_EXERCISE REQUIREMENTS_
Repeat back the listing below, word for word and in full.

_GIVEN INFORMATION_

"""Per-shard completion records: what a shard finished, durably, without touching ``done``.

``done`` is one Zarr chunk, rewritten whole; two shards writing it at once would each drop
the other's flags. So a shard (``sweep run --shard I/N``) never writes it. It appends the
index of every task it finished to a file of its own, and fsyncs it, only after the task's
chunks were written and fsynced. Readers take the union of ``done`` and every record
(``sweep.store.read_done``). Whoever holds the store's lock later folds the records of
shards no longer running into ``done`` and deletes them (``sweep.store.claims.fold``).

Files, in ``<store>/shards/``:

- ``done-<I>-of-<N>.bin``: little-endian int64 task indices (``point * blocks + block``, the
  task's place in ``sweep.execute.tasks.make_tasks``), appended; a torn last entry (a crash
  mid-append) is ignored;
- ``sums-<I>-of-<N>.bin``: the same task index followed by the CRC-32C of its three data
  chunks (the store's ``checksums``), appended before the task's entry in ``done-...``;
- ``failed-<I>-of-<N>.json``: the tasks this shard's last run failed, with their errors,
  replaced atomically (written to a temporary file and renamed).

Only the shard holding claim ``I/N`` (``sweep.store.claims``) writes these two files.
"""

from __future__ import annotations

import json
import os
from pathlib import Path

import numpy as np

from sweep.store import durable
SHARDS_DIR = "shards"
_ENTRY = np.dtype("<i8")
# four checksum slots in 24 bytes: counts, status, events, then observables (0 in a store without them, where
# the fourth slot was padding and written as 0, so records written before observables read unchanged)
_SUMS = np.dtype([("task", "<i8"), ("sums", "<u4", (4,))])
# appends never follow a symlink planted in a store someone else prepared
_APPEND = os.O_WRONLY | os.O_APPEND | os.O_CREAT | os.O_NOFOLLOW


def folder(store: Path) -> Path:
    """The store's folder of shard claims and records."""
    return Path(store) / SHARDS_DIR


def done_file(store: Path, index: int, count: int) -> Path:
    return folder(store) / f"done-{index}-of-{count}.bin"


def failed_file(store: Path, index: int, count: int) -> Path:
    return folder(store) / f"failed-{index}-of-{count}.json"


def sums_file(store: Path, index: int, count: int) -> Path:
    return folder(store) / f"sums-{index}-of-{count}.bin"


def append_done(store: Path, index: int, count: int, tasks: list[int], sums: list[tuple[int, ...]] | None = None) -> None:
    """Append finished task indices (and their chunks' checksums) to shard ``index/count``'s records, durably.

    One ``write`` of a few bytes with O_APPEND, then fsync; the file's first creation also
    fsyncs its folder, so the name survives a crash of the machine too. The checksums go
    first, so a task recorded as done always has them.
    """
    if sums is not None:
        entries = np.zeros(len(tasks), dtype=_SUMS)
        entries["task"] = tasks
        for k, one in enumerate(sums):
            entries["sums"][k, :len(one)] = one
        _append(sums_file(store, index, count), entries.tobytes())
    _append(done_file(store, index, count), np.asarray(tasks, dtype=_ENTRY).tobytes())


def _append(path: Path, data: bytes) -> None:
    new = not path.exists()
    fd = os.open(path, _APPEND, 0o644)
    try:
        os.write(fd, data)
        os.fsync(fd)
    finally:
        os.close(fd)
    if new:
        fsync_dir(path.parent)


def fsync_dir(path: Path) -> None:
    durable.fsync(path)


def read_file(path: Path) -> np.ndarray:
    """Task indices in one record; empty if it vanished (folded meanwhile). A torn tail is dropped."""
    try:
        raw = path.read_bytes()
    except FileNotFoundError:
        return np.zeros(0, dtype=_ENTRY)
    usable = len(raw) - len(raw) % _ENTRY.itemsize
    return np.frombuffer(raw[:usable], dtype=_ENTRY)


def sums_files(store: Path) -> list[Path]:
    where = folder(store)
    return sorted(where.glob("sums-*-of-*.bin")) if where.is_dir() else []


def read_sums(store: Path) -> np.ndarray:
    """Every (task, checksums) entry recorded by any shard; a torn tail is dropped."""
    parts = []
    for path in sums_files(store):
        try:
            raw = path.read_bytes()
        except FileNotFoundError:
            continue
        parts.append(np.frombuffer(raw[:len(raw) - len(raw) % _SUMS.itemsize], dtype=_SUMS))
    return np.concatenate(parts) if parts else np.zeros(0, dtype=_SUMS)


def merge_sums(sums: np.ndarray, recorded: np.ndarray) -> np.ndarray:
    """Put recorded checksums into a (points, blocks, arrays) array, in place; returns it."""
    flat = sums.reshape(-1, sums.shape[-1])
    ok = (recorded["task"] >= 0) & (recorded["task"] < flat.shape[0])
    flat[recorded["task"][ok]] = recorded["sums"][ok][:, :flat.shape[-1]]
    return sums


def done_files(store: Path) -> list[Path]:
    where = folder(store)
    return sorted(where.glob("done-*-of-*.bin")) if where.is_dir() else []


def read_indices(store: Path) -> np.ndarray:
    """Every task index recorded by any shard (may repeat)."""
    parts = [read_file(p) for p in done_files(store)]
    return np.concatenate(parts) if parts else np.zeros(0, dtype=_ENTRY)


def mark(done: np.ndarray, indices: np.ndarray) -> np.ndarray:
    """Set the flags of ``indices`` in a (points, blocks) ``done`` array, in place; returns it."""
    flat = done.reshape(-1)
    flat[indices[(indices >= 0) & (indices < flat.size)]] = True
    return done


def write_failures(store: Path, index: int, count: int, failures: list[dict]) -> None:
    """Replace shard ``index/count``'s failures (a list of {point, block, error}); none removes the file."""
    path = failed_file(store, index, count)
    if not failures:
        path.unlink(missing_ok=True)
        return
    tmp = path.with_name(path.name + ".tmp")
    fd = os.open(tmp, os.O_WRONLY | os.O_CREAT | os.O_TRUNC | os.O_NOFOLLOW, 0o644)
    with os.fdopen(fd, "w", encoding="utf-8") as f:
        json.dump(failures, f)
        f.flush()
        os.fsync(f.fileno())
    os.replace(tmp, path)


def failed_files(store: Path) -> list[Path]:
    where = folder(store)
    return sorted(where.glob("failed-*-of-*.json")) if where.is_dir() else []


def read_failures_file(path: Path) -> list[dict]:
    """One shard's failures; an unreadable or vanished file reads as none."""
    try:
        return list(json.loads(path.read_text(encoding="utf-8")))
    except (OSError, ValueError, TypeError):
        return []


def read_failures(store: Path) -> list[dict]:
    """Failures recorded by shards and not folded yet."""
    return [f for path in failed_files(store) for f in read_failures_file(path)]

_EXERCISE ANSWER_
"""Per-shard completion records: what a shard finished, durably, without touching ``done``.

``done`` is one Zarr chunk, rewritten whole; two shards writing it at once would each drop
the other's flags. So a shard (``sweep run --shard I/N``) never writes it. It appends the
index of every task it finished to a file of its own, and fsyncs it, only after the task's
chunks were written and fsynced. Readers take the union of ``done`` and every record
(``sweep.store.read_done``). Whoever holds the store's lock later folds the records of
shards no longer running into ``done`` and deletes them (``sweep.store.claims.fold``).

Files, in ``<store>/shards/``:

- ``done-<I>-of-<N>.bin``: little-endian int64 task indices (``point * blocks + block``, the
  task's place in ``sweep.execute.tasks.make_tasks``), appended; a torn last entry (a crash
  mid-append) is ignored;
- ``sums-<I>-of-<N>.bin``: the same task index followed by the CRC-32C of its three data
  chunks (the store's ``checksums``), appended before the task's entry in ``done-...``;
- ``failed-<I>-of-<N>.json``: the tasks this shard's last run failed, with their errors,
  replaced atomically (written to a temporary file and renamed).

Only the shard holding claim ``I/N`` (``sweep.store.claims``) writes these two files.
"""

from __future__ import annotations

import json
import os
from pathlib import Path

import numpy as np

from sweep.store import durable
SHARDS_DIR = "shards"
_ENTRY = np.dtype("<i8")
# four checksum slots in 24 bytes: counts, status, events, then observables (0 in a store without them, where
# the fourth slot was padding and written as 0, so records written before observables read unchanged)
_SUMS = np.dtype([("task", "<i8"), ("sums", "<u4", (4,))])
# appends never follow a symlink planted in a store someone else prepared
_APPEND = os.O_WRONLY | os.O_APPEND | os.O_CREAT | os.O_NOFOLLOW


def folder(store: Path) -> Path:
    """The store's folder of shard claims and records."""
    return Path(store) / SHARDS_DIR


def done_file(store: Path, index: int, count: int) -> Path:
    return folder(store) / f"done-{index}-of-{count}.bin"


def failed_file(store: Path, index: int, count: int) -> Path:
    return folder(store) / f"failed-{index}-of-{count}.json"


def sums_file(store: Path, index: int, count: int) -> Path:
    return folder(store) / f"sums-{index}-of-{count}.bin"


def append_done(store: Path, index: int, count: int, tasks: list[int], sums: list[tuple[int, ...]] | None = None) -> None:
    """Append finished task indices (and their chunks' checksums) to shard ``index/count``'s records, durably.

    One ``write`` of a few bytes with O_APPEND, then fsync; the file's first creation also
    fsyncs its folder, so the name survives a crash of the machine too. The checksums go
    first, so a task recorded as done always has them.
    """
    if sums is not None:
        entries = np.zeros(len(tasks), dtype=_SUMS)
        entries["task"] = tasks
        for k, one in enumerate(sums):
            entries["sums"][k, :len(one)] = one
        _append(sums_file(store, index, count), entries.tobytes())
    _append(done_file(store, index, count), np.asarray(tasks, dtype=_ENTRY).tobytes())


def _append(path: Path, data: bytes) -> None:
    new = not path.exists()
    fd = os.open(path, _APPEND, 0o644)
    try:
        os.write(fd, data)
        os.fsync(fd)
    finally:
        os.close(fd)
    if new:
        fsync_dir(path.parent)


def fsync_dir(path: Path) -> None:
    durable.fsync(path)


def read_file(path: Path) -> np.ndarray:
    """Task indices in one record; empty if it vanished (folded meanwhile). A torn tail is dropped."""
    try:
        raw = path.read_bytes()
    except FileNotFoundError:
        return np.zeros(0, dtype=_ENTRY)
    usable = len(raw) - len(raw) % _ENTRY.itemsize
    return np.frombuffer(raw[:usable], dtype=_ENTRY)


def sums_files(store: Path) -> list[Path]:
    where = folder(store)
    return sorted(where.glob("sums-*-of-*.bin")) if where.is_dir() else []


def read_sums(store: Path) -> np.ndarray:
    """Every (task, checksums) entry recorded by any shard; a torn tail is dropped."""
    parts = []
    for path in sums_files(store):
        try:
            raw = path.read_bytes()
        except FileNotFoundError:
            continue
        parts.append(np.frombuffer(raw[:len(raw) - len(raw) % _SUMS.itemsize], dtype=_SUMS))
    return np.concatenate(parts) if parts else np.zeros(0, dtype=_SUMS)


def merge_sums(sums: np.ndarray, recorded: np.ndarray) -> np.ndarray:
    """Put recorded checksums into a (points, blocks, arrays) array, in place; returns it."""
    flat = sums.reshape(-1, sums.shape[-1])
    ok = (recorded["task"] >= 0) & (recorded["task"] < flat.shape[0])
    flat[recorded["task"][ok]] = recorded["sums"][ok][:, :flat.shape[-1]]
    return sums


def done_files(store: Path) -> list[Path]:
    where = folder(store)
    return sorted(where.glob("done-*-of-*.bin")) if where.is_dir() else []


def read_indices(store: Path) -> np.ndarray:
    """Every task index recorded by any shard (may repeat)."""
    parts = [read_file(p) for p in done_files(store)]
    return np.concatenate(parts) if parts else np.zeros(0, dtype=_ENTRY)


def mark(done: np.ndarray, indices: np.ndarray) -> np.ndarray:
    """Set the flags of ``indices`` in a (points, blocks) ``done`` array, in place; returns it."""
    flat = done.reshape(-1)
    flat[indices[(indices >= 0) & (indices < flat.size)]] = True
    return done


def write_failures(store: Path, index: int, count: int, failures: list[dict]) -> None:
    """Replace shard ``index/count``'s failures (a list of {point, block, error}); none removes the file."""
    path = failed_file(store, index, count)
    if not failures:
        path.unlink(missing_ok=True)
        return
    tmp = path.with_name(path.name + ".tmp")
    fd = os.open(tmp, os.O_WRONLY | os.O_CREAT | os.O_TRUNC | os.O_NOFOLLOW, 0o644)
    with os.fdopen(fd, "w", encoding="utf-8") as f:
        json.dump(failures, f)
        f.flush()
        os.fsync(f.fileno())
    os.replace(tmp, path)


def failed_files(store: Path) -> list[Path]:
    where = folder(store)
    return sorted(where.glob("failed-*-of-*.json")) if where.is_dir() else []


def read_failures_file(path: Path) -> list[dict]:
    """One shard's failures; an unreadable or vanished file reads as none."""
    try:
        return list(json.loads(path.read_text(encoding="utf-8")))
    except (OSError, ValueError, TypeError):
        return []


def read_failures(store: Path) -> list[dict]:
    """Failures recorded by shards and not folded yet."""
    return [f for path in failed_files(store) for f in read_failures_file(path)]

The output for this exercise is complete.